I confess that it was disappointing to see that mine wasn't perfect but I was forewarned so I went in prepared. Surprising since the X293 I have is perfect and hits markers solidly every go around.

The True Second almost certainly has some type of true mechanical detente which determine the seconds hand movement amplitude.

I would guess that the quartz movement on the other hand has certain programmed pulses to the stepper motors that move the hand without the aid of mechanical detentes. It would probably have a single marker as a reference point which the IC uses to self correct and the motor then makes the requisite pulses to send the second hand on it's revolution around the dial.

This is just based on observation and not any technical knowledge.

I agree that the marker hit isn't a concern for me just because the watch is executed so well otherwise. The presence of the gold star alone is enough to make up for it, as ridiculous as that may seem to readers who have not seen the watch irl.

A slight move of the wrist and you get the shimmering dial that is much more than just a sunburst but also a textured silver glow. My thinnest GS (maybe my thinnest watch of all) and I kind of understand the desire for thinner watches now.


----------



## zuiko

The reason why the dial has the repeating lozenge shape texture...









A synthetic (hydrothermal) quartz crystal ingot.


----------



## bluedialer

I wonder if your explanation for why it seems so literally hit or miss for the seconds hand to hit the markers is accurate. It certainly makes some level of sense why it would be more likely to be inexact. The troublesome part of it is that by good chance, ANY quartz watch (even the cheapest POS watch ever) could effortlessly be hitting it's marks exactly, while the realistic chance still remains that even a much higher quality watch like this might be missing them. Technically that may simply be the nature of it, but from a consumer stand point it doesn't jive.


----------



## zuiko

I experimented with the bracelet fit today and think I've now got the ideal setup for me after a breakthrough. 
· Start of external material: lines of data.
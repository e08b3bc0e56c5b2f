"""The results folder of a fit: every promised file, no network, nothing of a user's text taken as markup."""

from __future__ import annotations

import html.parser
import re
import xml.etree.ElementTree as ET
from pathlib import Path

import numpy as np
import pandas as pd
import pytest
from fakes import FakeSolver, fake_fit, fake_recording

import kernelfit.report.page as page_module
from kernelfit.errors import OutputError
from kernelfit.report.content import build_content
from kernelfit.report.figures_array import draw_array
from kernelfit.report.figures_kernel import draw_kernel, draw_time_course
from kernelfit.report.fit_page import write_results
from kernelfit.report.look import RAISING, inline_svg, look, save_figure
from kernelfit.report.page import Page, Section, Text, render_page
from kernelfit.report.truth import Truth, TruthValue

HOSTILE = ("<script>alert(1)</script>", "$\\frac{1}{", 'a&b"c', "x" * 300, "=1+1", "ünit", "007", "NA")
CONTRACT = ("report.html", "fit.json", "parameters.csv", "baselines.csv", "kernel.csv", "goodness.csv", "figures")
FIGURES = ("kernel", "time-course", "after-spike", "array", "ks", "raster")


@pytest.fixture(scope="module")
def written(tmp_path_factory):
    fit = fake_fit()
    folder = tmp_path_factory.mktemp("results") / "out"
    truth = Truth((TruthValue("amplitude", 0.11, "per spike"),), "An invented array of sixty units.")
    path = write_results(folder, fit, fit.recording, truth=truth)
    return folder, path.read_text(encoding="utf-8"), fit


@pytest.fixture(scope="module")
def hostile(tmp_path_factory):
    recording = fake_recording(8, ids=HOSTILE)
    fit = fake_fit(recording=recording)
    path = write_results(tmp_path_factory.mktemp("hostile") / "out", fit, recording)
    return path.parent, path.read_text(encoding="utf-8")


class Reader(html.parser.HTMLParser):
    """What a browser would see: elements with their attributes, and the text."""

    def __init__(self, page: str) -> None:
        super().__init__(convert_charrefs=True)
        self.elements: list[tuple[str, dict[str, str | None]]] = []
        self.open: list[str] = []
        self.text: list[str] = []
        self.unclosed: list[str] = []
        self.feed(page)

    def handle_starttag(self, tag, attrs):
        self.elements.append((tag, dict(attrs)))
        if tag not in {"meta", "link", "br"}:
            self.open.append(tag)

    def handle_startendtag(self, tag, attrs):
        self.elements.append((tag, dict(attrs)))

    def handle_endtag(self, tag):
        if not self.open or self.open[-1] != tag:
            self.unclosed.append(tag)
        else:
            self.open.pop()

    def handle_data(self, data):
        if not self.open or self.open[-1] not in {"script", "style"}:
            self.text.append(data)


def test_every_file_of_the_contract_is_there(written):
    folder, _, _ = written
    for name in CONTRACT:
        assert (folder / name).exists(), name
    for name in FIGURES:
        assert (folder / "figures" / f"{name}.svg").stat().st_size > 2000
        assert (folder / "figures" / f"{name}.png").read_bytes().startswith(b"\x89PNG")


def test_the_list_of_files_is_the_files(written):
    folder, page, _ = written
    listed = set(pd.read_csv(folder / "contents.csv").file)
    there = {p.relative_to(folder).as_posix() for p in folder.rglob("*") if p.is_file()}
    assert listed == there
    assert all(name in page for name in listed)


def test_tables_hold_the_numbers_of_the_fit(written):
    folder, _, fit = written
    kernel = pd.read_csv(folder / "kernel.csv")
    assert list(kernel.columns) == ["distance_um", "estimate", "lower", "upper"]
    assert not kernel.isna().any().any()
    np.testing.assert_allclose(kernel.estimate, fit.kernel(kernel.distance_um.to_numpy()), rtol=1e-12)
    parameters = pd.read_csv(folder / "parameters.csv", index_col="name")
    np.testing.assert_array_equal(parameters.estimate, fit.parameters.estimate)  # to the last bit
    goodness = pd.read_csv(folder / "goodness.csv", dtype={"unit": str})
    assert list(goodness.unit) == [*fit.unit_ids, "all units"]
    baselines = pd.read_csv(folder / "baselines.csv", dtype={"unit": str}, index_col="unit")
    assert list(baselines.index) == list(fit.unit_ids)


def test_the_page_needs_no_network(written, hostile):
    for page in (written[1], hostile[1]):
        assert not re.search(r"(https?:)?//[a-z0-9.-]+\.[a-z]", page)
        seen = Reader(page)
        for tag, attributes in seen.elements:
            for name in ("src", "href", "xlink:href", "data"):
                value = attributes.get(name)
                assert value is None or value.startswith(("#", "data:")), (tag, name, value)
        assert "@import" not in page


def test_the_markup_is_well_formed(written, hostile):
    for page in (written[1], hostile[1]):
        seen = Reader(page)
        assert seen.unclosed == []
        assert seen.open == []


def test_ids_on_the_page_are_unique_and_every_reference_has_its_target(written):
    seen = Reader(written[1])
    ids = [a["id"] for _, a in seen.elements if "id" in a]
    assert len(ids) == len(set(ids))
    targets = {a["href"][1:] for _, a in seen.elements if (a.get("href") or "").startswith("#")}
    targets |= set(re.findall(r"url\(#([^)]+)\)", written[1]))
    targets |= {a["aria-labelledby"] for _, a in seen.elements if "aria-labelledby" in a}
    assert targets <= set(ids)


def test_hostile_unit_ids_are_text_and_nothing_else(hostile):
    folder, page = hostile
    seen = Reader(page)
    scripts = [a for tag, a in seen.elements if tag == "script"]
    assert len(scripts) == 1  # our own
    assert "<script>alert" not in page
    text = " ".join(seen.text)
    for unit in HOSTILE:
        assert unit in text
    back = pd.read_csv(folder / "baselines.csv", dtype={"unit": str}, keep_default_na=False)
    assert tuple(back.unit) == HOSTILE


def test_pictures_have_alternatives_and_tables_have_captions(written):
    seen = Reader(written[1])
    pictures = [a for tag, a in seen.elements if tag == "svg"]
    assert len(pictures) == len(FIGURES)
    for attributes in pictures:
        assert attributes["role"] == "img"
        assert len(attributes["aria-label"]) > 30
    tags = [tag for tag, _ in seen.elements]
    assert tags.count("caption") == tags.count("table")
    assert all(a.get("scope") in {"col", "row"} for tag, a in seen.elements if tag == "th")
    assert ("html", {"lang": "en"}) in seen.elements


def test_sections_come_in_the_order_of_the_house_and_open_with_a_sentence(written):
    page = written[1]
    titles = re.findall(r"<h2[^>]*>([^<]+)</h2>\s*<div class=\"text\">\s*<p class=\"lead\">([^<]+)</p>", page)
    assert [t for t, _ in titles] == [
        "Verdict",
        "The kernel",
        "How sure are these numbers",
        "Does the model describe the recording",
        "The recording",
        "Settings",
        "Methods paragraph",
        "What the numbers do not mean",
        "Files",
    ]
    assert all(lead.rstrip().endswith((".", ":")) for _, lead in titles)


def test_cautions_stand_beside_the_numbers(written):
    page = written[1]
    verdict = page[page.index('id="verdict"') : page.index('id="kernel"')]
    kernel = page[page.index('id="kernel"') : page.index('id="sure"')]
    assert "functional coupling, not synaptic" in verdict
    assert "Not for clinical decisions" in verdict
    assert "cells that were not recorded" in kernel


def test_the_truth_is_shown_only_where_there_is_one(written, hostile):
    assert "truth the recording was made from" in written[1]
    assert "An invented array of sixty units." in written[1]
    assert "truth the recording was made from" not in hostile[1]


def test_a_fit_that_did_not_converge_is_written_and_marked(tmp_path):
    fit = fake_fit(
        recording=fake_recording(8), converged=False, solver=FakeSolver(converged=False, message="step limit")
    )
    page = write_results(tmp_path / "out", fit, fit.recording).read_text(encoding="utf-8")
    assert page.index('class="notice error"') < page.index("<main")


def test_nothing_is_left_when_writing_fails(tmp_path, monkeypatch):
    fit = fake_fit(recording=fake_recording(8))
    monkeypatch.setattr(type(fit), "save", lambda self, path: (_ for _ in ()).throw(OSError(28, "No space left")))
    with pytest.raises(OutputError, match="No space left"):
        write_results(tmp_path / "out", fit, fit.recording)
    assert list(tmp_path.iterdir()) == []


def test_a_folder_with_contents_is_refused_before_anything_is_computed(tmp_path):
    (tmp_path / "mine.txt").write_text("mine")
    with pytest.raises(OutputError, match="not empty"):
        write_results(tmp_path, None, None)


def test_the_same_fit_gives_the_same_files(tmp_path):
    fit = fake_fit(recording=fake_recording(8))
    first = write_results(tmp_path / "a", fit, fit.recording).parent
    second = write_results(tmp_path / "b", fit, fit.recording).parent
    for path in sorted(p for p in first.rglob("*") if p.is_file()):
        assert path.read_bytes() == (second / path.relative_to(first)).read_bytes(), path.name


# --- figures ----------------------------------------------------------------------------------------------


def texts_of(path) -> str:
    return " ".join("".join(t.itertext()) for t in ET.parse(path).iter("{http://www.w3.org/2000/svg}text"))


@pytest.mark.parametrize(
    ("name", "wanted"),
    [
        (
            "kernel",
            [
                "One spike raises the rate by 12 %",
                "distance (µm)",
                "effect of one spike (% of rate)",
                "pairs",
                "reference 200 µm",
            ],
        ),
        ("time-course", ["time since the spike (ms)", "effect of one spike (% of rate)", "at 200 µm"]),
        ("after-spike", ["time since the unit's own spike (ms)", "rate multiplier", "median"]),
        ("array", ["baseline rate (Hz)", "Baseline rates run from"]),
        ("ks", ["all units together", "KS statistic / critical value", "observed share of intervals", "worst"]),
        ("raster", ["60 units", "rate per unit (Hz)", "time on the recording's clock (s)", "observed", "fitted"]),
    ],
)
def test_figures_say_what_they_show_with_units(written, name, wanted):
    text = texts_of(written[0] / "figures" / f"{name}.svg")
    for words in wanted:
        assert " ".join(words.split()) in " ".join(text.split()), words


def test_figures_are_one_or_two_columns_wide(written):
    # 89 and 183 mm in points: 252.3 and 518.7
    for name in FIGURES:
        root = ET.parse(written[0] / "figures" / f"{name}.svg").getroot()
        width = float(root.get("width").removesuffix("pt"))
        assert width == pytest.approx(252.3, abs=0.1) or width == pytest.approx(518.7, abs=0.1)


def test_figures_hold_no_date_and_are_the_same_bytes_twice(tmp_path):
    fit = fake_fit(recording=fake_recording(8))
    data = build_content(fit, fit.recording, fit.goodness()).figures.kernel
    for k in "ab":
        (tmp_path / k).mkdir()
        save_figure(draw_kernel(data), tmp_path / k, "kernel")
    for ending in ("svg", "png"):
        assert (tmp_path / "a" / f"kernel.{ending}").read_bytes() == (tmp_path / "b" / f"kernel.{ending}").read_bytes()
    assert "<dc:date>" not in (tmp_path / "a" / "kernel.svg").read_text()


def test_lowering_is_drawn_and_told_in_its_own_colour():
    fit = fake_fit(recording=fake_recording(8), sign=-1.0)
    figures = build_content(fit, fit.recording, fit.goodness()).figures
    for figure in (draw_kernel(figures.kernel), draw_time_course(figures.course)):
        svg = inline_svg(figure, "x", "alt")
        assert RAISING not in svg
        assert "lowers the rate" in svg or "fades" in svg


def test_drawing_leaves_the_callers_settings_alone():
    import matplotlib as mpl

    with mpl.rc_context({"font.size": 31.0, "svg.fonttype": "path"}):
        fit = fake_fit(recording=fake_recording(8))
        draw_array(build_content(fit, fit.recording, fit.goodness()).figures.array)
        with look():
            assert mpl.rcParams["font.size"] < 10
        assert mpl.rcParams["font.size"] == 31.0
        assert mpl.rcParams["svg.fonttype"] == "path"


# --- pages ------------------------------------------------------------------------------------------------


def test_names_of_options_stay_on_one_line():
    shown = render_page(Page("t", "s", (Section("one", "One", "l", (Text("Cut it (--stop-s 5, a--b <i>--x</i>)."),)),)))
    assert '<span class="option">--stop-s</span> 5, a--b &lt;i&gt;<span class' not in shown  # one letter is no option
    assert '<span class="option">--stop-s</span> 5, a--b &lt;i&gt;--x&lt;/i&gt;' in shown


def test_printing_is_not_ruled_by_the_width_of_a_screen():
    # a printed page is as wide as a small tablet: rules for those must name the screen
    css = (Path(page_module.__file__).parent / "templates" / "page.css").read_text(encoding="utf-8")
    rules = re.findall(r"@media ([^{]+)\{", css)
    assert len(rules) > 3
    assert all(rule.startswith(("screen and", "print")) for rule in rules)


def test_numbers_stay_with_their_units_and_text_is_escaped():
    page = Page(
        "a <b>", "s", (Section("one", "One", "It is 12 % at 200 µm (p = 0.042).", (Text("p < 0.001 & 5 ms"),)),)
    )
    shown = render_page(page)
    assert "a &lt;b&gt;" in shown
    assert "12\N{NO-BREAK SPACE}% at 200\N{NO-BREAK SPACE}µm (p\N{NO-BREAK SPACE}=\N{NO-BREAK SPACE}0.042)" in shown
    assert "p\N{NO-BREAK SPACE}&lt;\N{NO-BREAK SPACE}0.001 &amp; 5\N{NO-BREAK SPACE}ms" in shown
The loose fit is comfortable but the watch head moves up and down the arm by almost 2”; and if this is going to be daily wear for a while then the wear on the pins of the bracelet as well as the gold medallion rubbing against the back of my wrist would eventually take its toll. 

So I removed a link from the 12 side and had a symmetrical 2 links from each side removed. The fit was like my other watches in that an index finger gets halfway between clasp and wrist but the clasp blade sits very awkwardly and the drapiness of the bracelet means it hits the pinky tendon with wrist movement leading to discomfort over the half day I wore it that way. 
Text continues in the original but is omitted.